> _INSTRUCTIONS FOR THE TASK_
Transcribe the records word for word, leaving nothing out.

> _RECORDS SHOWN_

=-=-=

//! A drawing in plain shapes, as SVG.

/// A drawing.
#[derive(Clone, Debug, Default, PartialEq)]
pub struct Drawing {
    /// Width, in units of the drawing.
    pub width: f64,
    /// Height.
    pub height: f64,
    /// Shapes in the order in which they are drawn.
    pub shapes: Vec<Shape>,
}

/// A shape; its look comes from its class.
#[derive(Clone, Debug, PartialEq)]
pub enum Shape {
    /// From one point to another.
    Line {
        /// Class.
        class: &'static str,
        /// First point.
        from: (f64, f64),
        /// Second point.
        to: (f64, f64),
    },
    /// A path through points.
    Path {
        /// Class.
        class: &'static str,
        /// Points.
        points: Vec<(f64, f64)>,
    },
    /// A box.
    Area {
        /// Class.
        class: &'static str,
        /// Upper left corner.
        at: (f64, f64),
        /// Width and height.
        size: (f64, f64),
    },
    /// Words.
    Words {
        /// Class.
        class: &'static str,
        /// Where they are anchored, on their base line.
        at: (f64, f64),
        /// Which end is there.
        anchor: Anchor,
        /// The words.
        words: String,
    },
}

/// Which end of a text is at its place.
#[derive(Clone, Copy, Debug, PartialEq, Eq)]
pub enum Anchor {
    /// Its start.
    Start,
    /// Its middle.
    Middle,
    /// Its end.
    End,
}
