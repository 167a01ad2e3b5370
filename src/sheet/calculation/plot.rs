//! A plot with two axes: from values to places of a drawing.
use super::drawing::{Anchor, Drawing, Shape};
use crate::sheet::ticks::ticks;

/// Space around the plotting area: left, top, right, bottom.
const AROUND: (f64, f64, f64, f64) = (64.0, 26.0, 14.0, 40.0);

/// A range of values along one axis.
#[derive(Clone, Copy, Debug, PartialEq)]
pub struct Axis {
    /// Value at the start: left, or below.
    pub from: f64,
    /// Value at the end: right, or above.
    pub to: f64,
}

impl Axis {
    /// The range with a twentieth more at each end.
    pub fn around(values: impl IntoIterator<Item = f64>) -> Self {
        let (low, high) = values.into_iter().fold((f64::INFINITY, f64::NEG_INFINITY), |(l, h), v| (l.min(v), h.max(v)));
        if !(low.is_finite() && high.is_finite()) {
            return Self { from: 0.0, to: 1.0 };
        }
        let more = 0.05 * (high - low).max(1e-6 * high.abs()).max(1e-9);
        Self { from: low - more, to: high + more }
    }
    fn share(self, value: f64) -> f64 {
        (value - self.from) / (self.to - self.from)
    }
}

/// A plot under way.
pub struct Plot {
    drawing: Drawing,
    x: Axis,
    y: Axis,
}

impl Plot {
    /// Axes with ticks and their names. `y.from` is at the foot; give it as the larger value for an axis that runs
    /// downward.
    pub fn new((width, height): (f64, f64), (x, x_name): (Axis, &str), (y, y_name): (Axis, &str)) -> Self {
        let mut plot = Self { drawing: Drawing { width, height, shapes: Vec::new() }, x, y };
        let (left, top, right, bottom) = AROUND;
        for value in ticks(x.from, x.to, 9).values {
            let label = ticks(x.from, x.to, 9).label(value);
            let (px, _) = plot.place(value, y.from);
            plot.line("grid", (px, top), (px, height - bottom));
            plot.words("faint", (px, height - bottom + 15.0), Anchor::Middle, &label);
        }
        let (low, high) = (y.from.min(y.to), y.from.max(y.to));
        for value in ticks(low, high, 7).values {
            let label = ticks(low, high, 7).label(value);
            let (_, py) = plot.place(x.from, value);
            plot.line("grid", (left, py), (width - right, py));
            plot.words("faint", (left - 6.0, py + 4.0), Anchor::End, &label);
        }
        plot.words("strong", (left, 16.0), Anchor::Start, y_name);
        plot.words("strong", (width - right, height - 6.0), Anchor::End, x_name);
        let size = (width - left - right, height - top - bottom);
        plot.drawing.shapes.push(Shape::Area { class: "frame", at: (left, top), size });
        plot
    }

    /// Where a pair of values is.
    pub fn place(&self, x: f64, y: f64) -> (f64, f64) {
        let (left, top, right, bottom) = AROUND;
        let across = left + self.x.share(x) * (self.drawing.width - left - right);
        let up = self.drawing.height - bottom - self.y.share(y) * (self.drawing.height - top - bottom);
        (across, up)
    }

    /// A path through values; what is outside of the axes is left out.
    pub fn curve(&mut self, class: &'static str, values: &[(f64, f64)]) {
        let inside = |&&(x, y): &&(f64, f64)| {
            (-1e-9..=1.0 + 1e-9).contains(&self.x.share(x)) && (-1e-9..=1.0 + 1e-9).contains(&self.y.share(y))
        };
        let points = values.iter().filter(inside).map(|&(x, y)| self.place(x, y)).collect();
        self.drawing.shapes.push(Shape::Path { class, points });
    }

    /// A level across the plot with words at its right end.
    pub fn level(&mut self, class: &'static str, value: f64, words: &str) {
        let ((x0, y), (x1, _)) = (self.place(self.x.from, value), self.place(self.x.to, value));
        self.line(class, (x0, y), (x1, y));
        let base = if y < AROUND.1 + 18.0 { y + 13.0 } else { y - 4.0 };
        self.words("", (x1 - 4.0, base), Anchor::End, words);
    }

    /// A box between two pairs of values.
    pub fn area(&mut self, class: &'static str, from: (f64, f64), to: (f64, f64)) {
        let ((x0, y0), (x1, y1)) = (self.place(from.0, from.1), self.place(to.0, to.1));
        let at = (x0.min(x1), y0.min(y1));
        self.drawing.shapes.push(Shape::Area { class, at, size: ((x1 - x0).abs(), (y1 - y0).abs()) });
    }

    /// A line between places of the drawing.
    pub fn line(&mut self, class: &'static str, from: (f64, f64), to: (f64, f64)) {
        self.drawing.shapes.push(Shape::Line { class, from, to });
    }

    /// Words at a place of the drawing.
    pub fn words(&mut self, class: &'static str, at: (f64, f64), anchor: Anchor, words: &str) {
        self.drawing.shapes.push(Shape::Words { class, at, anchor, words: words.to_owned() });
    }

    /// The drawing.
    pub fn finish(self) -> Drawing {
        self.drawing
    }
}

=-=-=

> _ANSWER TO THIS EXERCISE_
//! A drawing in plain shapes, as SVG.

/// A drawing.
#[derive(Clone, Debug, Default, PartialEq)]
pub struct Drawing {
    /// Width, in units of the drawing.
    pub width: f64,
    /// Height.
    pub height: f64,
    /// Shapes in the order in which they are drawn.
    pub shapes: Vec<Shape>,
}

/// A shape; its look comes from its class.
#[derive(Clone, Debug, PartialEq)]
pub enum Shape {
    /// From one point to another.
    Line {
        /// Class.
        class: &'static str,
        /// First point.
        from: (f64, f64),
        /// Second point.
        to: (f64, f64),
    },
    /// A path through points.
    Path {
        /// Class.
        class: &'static str,
        /// Points.
        points: Vec<(f64, f64)>,
    },
    /// A box.
    Area {
        /// Class.
        class: &'static str,
        /// Upper left corner.
        at: (f64, f64),
        /// Width and height.
        size: (f64, f64),
    },
    /// Words.
    Words {
        /// Class.
        class: &'static str,
        /// Where they are anchored, on their base line.
        at: (f64, f64),
        /// Which end is there.
        anchor: Anchor,
        /// The words.
        words: String,
    },
}

/// Which end of a text is at its place.
#[derive(Clone, Copy, Debug, PartialEq, Eq)]
pub enum Anchor {
    /// Its start.
    Start,
    /// Its middle.
    Middle,
    /// Its end.
    End,
}
repository 167a01ad2e3b5370
filename src/sheet/calculation/plot.rs
//! A plot with two axes: from values to places of a drawing.
use super::drawing::{Anchor, Drawing, Shape};
use crate::sheet::ticks::ticks;

/// Space around the plotting area: left, top, right, bottom.
const AROUND: (f64, f64, f64, f64) = (64.0, 26.0, 14.0, 40.0);

/// A range of values along one axis.
#[derive(Clone, Copy, Debug, PartialEq)]
pub struct Axis {
    /// Value at the start: left, or below.
    pub from: f64,
    /// Value at the end: right, or above.
    pub to: f64,
}

impl Axis {
    /// The range with a twentieth more at each end.
    pub fn around(values: impl IntoIterator<Item = f64>) -> Self {
        let (low, high) = values.into_iter().fold((f64::INFINITY, f64::NEG_INFINITY), |(l, h), v| (l.min(v), h.max(v)));
        if !(low.is_finite() && high.is_finite()) {
            return Self { from: 0.0, to: 1.0 };
        }
        let more = 0.05 * (high - low).max(1e-6 * high.abs()).max(1e-9);
        Self { from: low - more, to: high + more }
    }
    fn share(self, value: f64) -> f64 {
        (value - self.from) / (self.to - self.from)
    }
}

/// A plot under way.
pub struct Plot {
    drawing: Drawing,
    x: Axis,
    y: Axis,
}

impl Plot {
    /// Axes with ticks and their names. `y.from` is at the foot; give it as the larger value for an axis that runs
    /// downward.
    pub fn new((width, height): (f64, f64), (x, x_name): (Axis, &str), (y, y_name): (Axis, &str)) -> Self {
        let mut plot = Self { drawing: Drawing { width, height, shapes: Vec::new() }, x, y };
        let (left, top, right, bottom) = AROUND;
        for value in ticks(x.from, x.to, 9).values {
            let label = ticks(x.from, x.to, 9).label(value);
            let (px, _) = plot.place(value, y.from);
            plot.line("grid", (px, top), (px, height - bottom));
            plot.words("faint", (px, height - bottom + 15.0), Anchor::Middle, &label);
        }
        let (low, high) = (y.from.min(y.to), y.from.max(y.to));
        for value in ticks(low, high, 7).values {
            let label = ticks(low, high, 7).label(value);
            let (_, py) = plot.place(x.from, value);
            plot.line("grid", (left, py), (width - right, py));
            plot.words("faint", (left - 6.0, py + 4.0), Anchor::End, &label);
        }
        plot.words("strong", (left, 16.0), Anchor::Start, y_name);
        plot.words("strong", (width - right, height - 6.0), Anchor::End, x_name);
        let size = (width - left - right, height - top - bottom);
        plot.drawing.shapes.push(Shape::Area { class: "frame", at: (left, top), size });
        plot
    }

    /// Where a pair of values is.
    pub fn place(&self, x: f64, y: f64) -> (f64, f64) {
        let (left, top, right, bottom) = AROUND;
        let across = left + self.x.share(x) * (self.drawing.width - left - right);
        let up = self.drawing.height - bottom - self.y.share(y) * (self.drawing.height - top - bottom);
        (across, up)
    }

    /// A path through values; what is outside of the axes is left out.
    pub fn curve(&mut self, class: &'static str, values: &[(f64, f64)]) {
        let inside = |&&(x, y): &&(f64, f64)| {
            (-1e-9..=1.0 + 1e-9).contains(&self.x.share(x)) && (-1e-9..=1.0 + 1e-9).contains(&self.y.share(y))
        };
        let points = values.iter().filter(inside).map(|&(x, y)| self.place(x, y)).collect();
        self.drawing.shapes.push(Shape::Path { class, points });
    }

    /// A level across the plot with words at its right end.
    pub fn level(&mut self, class: &'static str, value: f64, words: &str) {
        let ((x0, y), (x1, _)) = (self.place(self.x.from, value), self.place(self.x.to, value));
        self.line(class, (x0, y), (x1, y));
        let base = if y < AROUND.1 + 18.0 { y + 13.0 } else { y - 4.0 };
        self.words("", (x1 - 4.0, base), Anchor::End, words);
    }

    /// A box between two pairs of values.
    pub fn area(&mut self, class: &'static str, from: (f64, f64), to: (f64, f64)) {
        let ((x0, y0), (x1, y1)) = (self.place(from.0, from.1), self.place(to.0, to.1));
        let at = (x0.min(x1), y0.min(y1));
        self.drawing.shapes.push(Shape::Area { class, at, size: ((x1 - x0).abs(), (y1 - y0).abs()) });
    }

    /// A line between places of the drawing.
    pub fn line(&mut self, class: &'static str, from: (f64, f64), to: (f64, f64)) {
        self.drawing.shapes.push(Shape::Line { class, from, to });
    }

    /// Words at a place of the drawing.
    pub fn words(&mut self, class: &'static str, at: (f64, f64), anchor: Anchor, words: &str) {
        self.drawing.shapes.push(Shape::Words { class, at, anchor, words: words.to_owned() });
    }

    /// The drawing.
    pub fn finish(self) -> Drawing {
        self.drawing
    }
}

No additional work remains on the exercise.